In Question 1, you analyzed the complete cases in the PANSS meta-analysis dataset using the repeated measures model:

\[ y_i \mid \text{Treat}_i \sim \text{Normal}(\mu + \beta_1 \text{Treat}_i + \beta_2 t + \beta_3 \text{Treat}_i t, \Sigma) \] Let \(\beta = (\mu, \beta_1, \beta_2, \beta_3)\) in what follows. Fit the following Bayesian model for the complete cases:

\[ \begin{aligned} y_i \mid \text{Treat}_i, \beta, \Sigma & \sim \text{Normal}(\mu + \beta_1 \text{Treat}_i + \beta_2 t + \beta_3 \text{Treat}_i t, \Sigma) \\ \beta \mid \mu_0, \Sigma_0 & \sim \text{Normal}(\mu_0, \Sigma_0) \\ \Sigma \mid \nu_0, V_0 & \sim \text{Inv-Wishart}(\nu_0, V_0) \end{aligned} \]

The sampling algorithm is as follows:

1. Repeat the following for \(b = 1, \dots, B\) chains.

2. Draw \(\beta^0, \Sigma^0\) starting values from the priors for \(\beta\) and \(\Sigma\).

3. For \(t=0, \dots, S-1\)

   1. Draw \(\beta\) according to the distribution \[ \begin{aligned} \beta^{t+1} \mid \Sigma^{t}, y, X & \sim \text{Normal}(\bar{\beta}, (\textstyle\sum_i X_i^T (\Sigma^{(t)})^{-1} X_i + (\Sigma_0)^{-1})^{-1}) \\ \bar{\beta} & = (\textstyle\sum_i X_i^T (\Sigma^{(t)})^{-1} X_i + \Sigma_0^{-1})^{-1}(\textstyle\sum_i X_i^T (\Sigma^{(t)})^{-1} y_i + \Sigma_0^{-1} \mu_0) \end{aligned} \]

   2. Draw \(\Sigma^{t+1}\) according to \[ \begin{aligned} \Sigma^{t+1} \mid \beta^{t+1}, y, X & \sim \text{Inverse-Wishart}(n + \nu_0, V_0 + \textstyle\sum_i (y_i - X_i \beta^t)(y_i - X_i \beta^t)^T) \end{aligned} \]

4. Discard the first \(\frac{S}{2}\) iterations, and keep the set of draws \(\{ (\beta^s, \Sigma^s),\, s = \frac{S}{2},\dots, S-1\}\).

The final set of draws \(B \times \frac{S}{2}\) draws are approximately distributed according to \(p(\beta, \Sigma \mid y)\)

2.1 Question 2a

Before running your model, test your algorithm on the simulated dataset above, using the prior hyperparameters, with \(B = 4\) and \(S = 500\): \[ \mu_0 = 0, \Sigma_0 = I_p, \nu_0 = 3, V_0 = I_p \]

In order to run this model, you’ll need to be able to draw from an inverse Wishart distribution. Use the version that is implemented in the packages MCMCpack.

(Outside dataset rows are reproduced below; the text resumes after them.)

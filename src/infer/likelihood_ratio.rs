//! The likelihood-ratio test.

use super::Test;
use super::point::Point;
use crate::solve::Fit;

/// An unrestricted fit that lies further below the restricted one than this, relative, is a failed one (contract, section 2).
const WORSE: f64 = 1e-8;

/// 2 (l_unrestricted - l_restricted), or `None` when the unrestricted fit is worse than the restricted one.
pub(super) fn statistic(restricted: &Fit, unrestricted: &Fit) -> Option<f64> {
    let ratio = 2.0 * (unrestricted.log_likelihood - restricted.log_likelihood);
    let enough = -WORSE * (1.0 + restricted.log_likelihood.abs());
    (ratio >= enough).then(|| ratio.max(0.0))
}

/// The test. On an edge it stands if it is finite and the tested point is interior (Self and Liang 1987).
pub(super) fn test(restricted: &Fit, unrestricted: &Point, df: usize, tested_on_edge: bool) -> Result<Test, String> {
    if tested_on_edge && !unrestricted.edges.is_empty() {
        return Err(
            "both the tested point and the unrestricted estimate are on an edge of the parameters' ranges, where \
                    the likelihood ratio has no chi-square law"
                .to_string(),
        );
    }
    match statistic(restricted, unrestricted.fit) {
        Some(ratio) if ratio.is_finite() => Ok(Test::new(ratio, df)),
        Some(_) => Err("the likelihood ratio is not finite".to_string()),
        None => Err("the unrestricted fit is worse than the restricted one".to_string()),
    }
}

When you run your chains, you’ll have 4 chains with 250 draws of each parameter per chain. You can use these draws to assess whether there is evidence against having reached the steady state distribution. Use the package posterior and rhat in the posterior package to report the univariate \(\hat{R}\) statistics for each dimension of the beta vector.

To do so, you’ll need to arrange the draws for each dimension of beta into a matrix with rows corresponding to the 250 iterations and columns corresponding to the chains. Then you can pass that matrix to posterior::rhat to get an estimate of how much the scale of the posterior distribution would shrink as \(S \to \infty\). Numbers near \(1\), or \(\hat{R} \leq 1.01\) indicate that one may not have much to gain from running the chains for more iterations.

2.2 Question 2b

Run your model with the same priors as above on the comp_case data from above, and report 95% central posterior quantiles for each dimension of \(\beta\).

Also report the 95% posterior quantiles for the parameters: \(\Sigma_{2,1} / \sqrt{\Sigma_{1,1}\Sigma_{2,2}}\), \(\Sigma_{3,1} / \sqrt{\Sigma_{1,1}\Sigma_{3,3}}\), and \(\Sigma_{3,2} / \sqrt{\Sigma_{2,2}\Sigma_{3,3}}\), or the correlation between the errors for each of the PANSS measurement occasions.

This may be done by defining the appropriate transformations of the parameter draws.